Today is the first day of Chinese New Year. I’ve just returned from paying respects to my mother in law. Later I’ll be visiting my mom with my siblings. Tomorrow I’ll be visiting her siblings. When my dad returns from Malaysia, we’ll be having another reunion dinner on the 7th day of CNY, and we will be having lion dance. I’ve prepared red packets of money into pretty envelopes to be given to children and people who are working for us these years. For friends and colleagues, I have given them gifts of pineapple tarts and received similar food goodies in return.
What is the major festival you celebrate? How do you celebrate it? How do you give gifts? Chinese and Japanese give packets of money during new year. I know the Indians do too. I used to think this is such a practical and wise thing when I was a kid, because my mom would save the money for me and I get to spend it on something useful. Recently, at the celebration of my fifth year in the company, the university gave us money banked into our accounts instead of giving us a momento. Which I thought was so wise, until a fellow Irish lecturer sitting at the same dinner scoffed at the idea, thinking it so crass. Its meaningless he said, and no one remembers money. Most western cultures would give a clock for long service award. [Note: Giving clock is a “no-no” for Chinese, as it sounds like sending the person off to the other side of heaven.]
Hofstede defined culture as “the collective programming of the mind which distinguishes the members of one human group from another”. Today, despite the convergence of culture as expected with availability of information technology (the “global village culture”), cultural differences are still significant today and diversity tends to increase.
He identified the following main dimensions of culture that affect work practices in different countries:
- Individualism versus collectivism – loyalty to self and family or to the wider group. The extent to which people are expected to take care of themselves and to choose their own affiliations as opposed to showing a preference for a closely bonded social framework where people look after each other and organisations protect their members’ interests.
- Power distance – Members of high power distance cultures such as Malaysia accept status differences and are expected to show proper respect to their superiors. Low power distance cultures such as Denmark are less comfortable with differences in organizational rank or social class and are characterized by more participation in decision-making and a frequent disregard of hierarchical level
- Uncertainty avoidance – High uncertainty avoidance cultures have clearly delineated structures, many written rules even if they don’t work, standardized procedures, promotions based on seniority or age, lack of tolerance for deviants, strong need for consensus. Low uncertainty avoidance cultures prefer risk taking, have a tolerance of differing behaviors and opinions, more flexibile although the flip side is that some may not have a sense of urgency.

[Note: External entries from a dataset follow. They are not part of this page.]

"""Headless commands that answer from unit responses: ``zth`` (thermal impedance and RC networks),
``whatif`` (scaled loads and shifted ambients by superposition) and ``sweep`` (cases on Dask).

Exit status 0 on success, 2 for invalid input (nothing is written), 1 for anything else.
"""
from __future__ import annotations

import sys
import time

from solver.caution import CAUTION
from solver.errors import ModelError, SolveError




def _tolerance(text: str):
    from solver.run.cli import _tolerance as parse

    return parse(text)


def add_commands(sub) -> None:
    """Register the subcommands on an argparse subparsers object."""
    p = sub.add_parser("zth", help="thermal impedance Zth(t) of rated parts, Foster/Cauer RC networks, SPICE")
    p.add_argument("model", help="model file (JSON, format thermgui-model version 1)")
    p.add_argument("--out", required=True, help="folder for zth.csv, foster.csv, cauer.csv, zth.json, spice/")
    p.add_argument("--part", action="append", default=None,
                   help="part to report (repeatable; default: every rated part, else every heated part)")
    p.add_argument("--stages", type=int, default=None, help="Foster stages per curve (1-12; default automatic)")
    p.add_argument("--passive", action="store_true",
                   help="non-negative Foster stages only (a passive network, with a Cauer ladder for self "
                        "terms), even where the fit error exceeds 1 %%")
    p.add_argument("--quiet", action="store_true", help="no progress or summary")
    p.add_argument("--linear-solver", default="auto", choices=["auto", "direct", "multigrid"])
    w = sub.add_parser("whatif", help="scaled heat loads / shifted ambient by superposition of unit responses")
    w.add_argument("model", help="model file (JSON, format thermgui-model version 1)")
    w.add_argument("--out", required=True,
                   help="folder for peaks.csv and history.csv of the what-if case; unit responses are kept "
                        "there (unit-responses/) and reused while the model is unchanged")
    w.add_argument("--scale", action="append", default=[], metavar="LOAD=FACTOR",
                   help="scale a heat load (by its part's name, or heat_loads[i]); repeatable")
    w.add_argument("--ambient-offset", type=float, default=0.0, metavar="K",
                   help="add K kelvin to every ambient temperature (initial temperatures unchanged)")
    w.add_argument("--tolerance", type=_tolerance, default="model", metavar="K",
                   help="override mesh.tolerance_k for the meshes of the error band (as thermgui solve; "
                        "'none' = the file's mesh, with two finer meshes for the band)")
    w.add_argument("--quiet", action="store_true")
    w.add_argument("--linear-solver", default="auto", choices=["auto", "direct", "multigrid"])


    s = sub.add_parser("sweep", help="run the cases of a sweep file on Dask (LocalCluster, or --scheduler)")
    s.add_argument("sweep", help="sweep file (JSON, format thermgui-sweep version 1)")
    s.add_argument("--out", required=True, help="folder for cases.csv, worst.csv and margin.png")
    s.add_argument("--scheduler", default=None, metavar="ADDRESS",
                   help="address of a running Dask scheduler (default: a LocalCluster on this machine)")
    s.add_argument("--workers", type=int, default=None, help="LocalCluster worker processes (default: up to 4)")
    s.add_argument("--tolerance", type=_tolerance, default="model", metavar="K",
                   help="override mesh.tolerance_k for every case's mesh ladder (as thermgui solve; 'none' = "
                        "the file's mesh, with two finer meshes for the band)")
    s.add_argument("--quiet", action="store_true")


COMMANDS = ("zth", "whatif", "sweep")


def run_command(args, stream=None, err=None) -> int:
    stream = stream if stream is not None else sys.stdout
    err = err if err is not None else sys.stderr
    if args.command == "zth":
        return zth_to_folder(args.model, args.out, parts=args.part, stages=args.stages, quiet=args.quiet,
                             linear_solver=args.linear_solver, stream=stream, err=err, passive=args.passive)
    if args.command == "sweep":
        from solver.answers.sweep import sweep_to_folder

        return sweep_to_folder(args.sweep, args.out, scheduler=args.scheduler, workers=args.workers,
                               quiet=args.quiet, stream=stream, err=err, tolerance_k=args.tolerance)
    from solver.answers.whatifcommand import whatif_to_folder

    return whatif_to_folder(args.model, args.out, args.scale, args.ambient_offset, quiet=args.quiet,
                            linear_solver=args.linear_solver, stream=stream, err=err, tolerance_k=args.tolerance)


def fit_networks(result, stages=None, passive: bool = False, warn=None):
    """Foster fit of every pair of a :class:`~solver.answers.zth.ZthResult`, and the Cauer ladder of each
    self term with a non-negative fit: ``(fits, cauers)`` keyed by ``(a, j)`` (cauer None where there
    is none; ``warn(message)`` says why)."""
    from solver.answers.foster import fit_foster, foster_to_cauer

    fits, cauers = {}, {}
    for a, j, part, heated in result.pairs():
        fit = fit_foster(result.times, result.zth[a, j], stages=stages, passive=passive)
        fits[(a, j)] = fit
        cauers[(a, j)] = None
        if part == heated and not fit.signed:
            try:
                cauers[(a, j)] = foster_to_cauer(fit)
            except ValueError as e:
                if warn is not None:
                    warn(f"no Cauer ladder for {part!r}: {e}")
    return fits, cauers


def zth_to_folder(model_path, out_dir, parts=None, stages=None, quiet=False, linear_solver="auto",
                  stream=None, err=None, passive: bool = False) -> int:
    from solver.answers.foster import MAX_STAGES
    from solver.model.modelfile import load_model
    from solver.fem.problem import build_problem
    from solver.answers.zth import compute_zth
    from solver.answers.zthfiles import write_zth_outputs

    stream = stream if stream is not None else sys.stdout
    err = err if err is not None else sys.stderr
    say = (lambda m: None) if quiet else (lambda m: err.write(m + "\n"))
    t0 = time.perf_counter()
    try:
        if stages is not None and not 1 <= stages <= MAX_STAGES:
            raise ModelError(("--stages", f"must be between 1 and {MAX_STAGES} (got {stages})"))
        model = load_model(model_path)
        problem = build_problem(model)
        say(f"{model_path}: {problem.n_nodes:,} nodes; unit power steps of "
            f"{len(set(p for p, _ in problem.heat_profiles))} heated part(s)")
        result = compute_zth(problem, parts=parts, linear_solver=linear_solver, progress=lambda m: say("  " + m))
    except ModelError as e:
        err.write(e.with_source(e.source or str(model_path)).describe() + "\n")
        return 2
    except SolveError as e:
        err.write(f"{model_path}: Zth failed: {e}\n")
        return 1
    for w in problem.warnings:
        say(f"warning: {w}")
    fits, cauers = fit_networks(result, stages=stages, passive=passive, warn=lambda m: say(f"warning: {m}"))
    try:
        write_zth_outputs(out_dir, result, fits, cauers, model.title)
    except OSError as e:
        err.write(f"{out_dir}: cannot write results ({e.strerror or e})\n")
        return 1
    if not quiet:
        head = f"{'part':<20} {'heated part':<20} {'Rth K/W':>9} {'stages':>6} {'fit error':>9}  network"
        lines = [head, "-" * len(head)]
        for a, j, part, heated in result.pairs():
            f = fits[(a, j)]
            kind = "signed Foster" if f.signed else ("Foster + Cauer" if cauers[(a, j)] is not None else "Foster")
            lines.append(f"{part[:20]:<20} {heated[:20]:<20} {result.rth[a, j]:9.3f} {f.stages:6d} "
                         f"{100 * f.error:8.2f}%  {kind}")
        stream.write("\n".join(lines) + "\n")
        stream.write(f"times {result.times[0]:.3g} s to {result.times[-1]:.3g} s; reduced basis of "
                     f"{result.basis_size} vectors; results in {out_dir} ({time.perf_counter() - t0:.1f} s)\n")
        stream.write(CAUTION + "\n")
    return 0
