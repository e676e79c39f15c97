"""Answers from one solve: unit responses, Zth and RC networks, what-if, sweeps on Dask.

May import: every stage above. Nothing here imports a later stage."""
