import { index, pgTable, text, timestamp, uniqueIndex, uuid } from 'drizzle-orm/pg-core';
import { shops } from './shops';
import { roleEnum, users } from './users';

/** An e-mailed invitation to join a shop. Only a hash of its token is stored. */
export const invitations = pgTable(
  'invitations',
  {
    id: uuid('id').primaryKey().defaultRandom(),
    shopId: uuid('shop_id')
      .notNull()
      .references(() => shops.id, { onDelete: 'cascade' }),
    email: text('email').notNull(),
    name: text('name'),
    roles: roleEnum('roles').array().notNull(),
    /** SHA-256 of the token sent by e-mail, hex. */
    tokenHash: text('token_hash').notNull(),
    invitedBy: uuid('invited_by')
      .notNull()
      .references(() => users.id),
    createdAt: timestamp('created_at', { withTimezone: true }).notNull().defaultNow(),
    expiresAt: timestamp('expires_at', { withTimezone: true }).notNull(),
    acceptedAt: timestamp('accepted_at', { withTimezone: true }),
    revokedAt: timestamp('revoked_at', { withTimezone: true }),
  },
  (table) => [
    uniqueIndex('invitations_token_hash_key').on(table.tokenHash),
    index('invitations_shop_idx').on(table.shopId),
  ],
);

/** An invitation row. */
export type InvitationRow = typeof invitations.$inferSelect;
/** An invitation to insert. */
export type NewInvitation = typeof invitations.$inferInsert;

- Masculinity verses femininity – or quantity of life versus quality of life – relates to the degree to which a culture values assertiveness, competition, and materialism (stereotypically associated with masculinity) versus the degree to which people value relationships and show concern for others (stereotypically associated with femininity). It is unfortunate that Hofstede used such sexist connotations and some later writers prefer to substitute the terms quantity of life versus quality of life.
- Long Term Orientation – Why do Chinese give red packets of money for weddings/ new year/ birthdays or any celebrations instead of a gift-giving culture as the West. Hofstede added to his Dimensions approach with this last one that Chinese generally have a strong propensity to save and invest, thriftiness, and perseverance in achieving results and in the way they build networks and relationships, rather than short-term.
Today, with globalisation, joint ventures, mergers and acquisitions and foreign entry into new markets, the world is no longer a melting pot. Do you believe that the world is flat as Thomas Friedman sounded? Or do cultural distances between countries still matter as argued by Ghemawat? [Both are great thinkers.]
What do you think?
In the meantime, wish you a blooming success and a swinging good time this Golden year of the Monkey. May you swing from height to height步步高升 (bubugaosheng).
While I go to my mom’s place and fill myself with more good luck and goodies.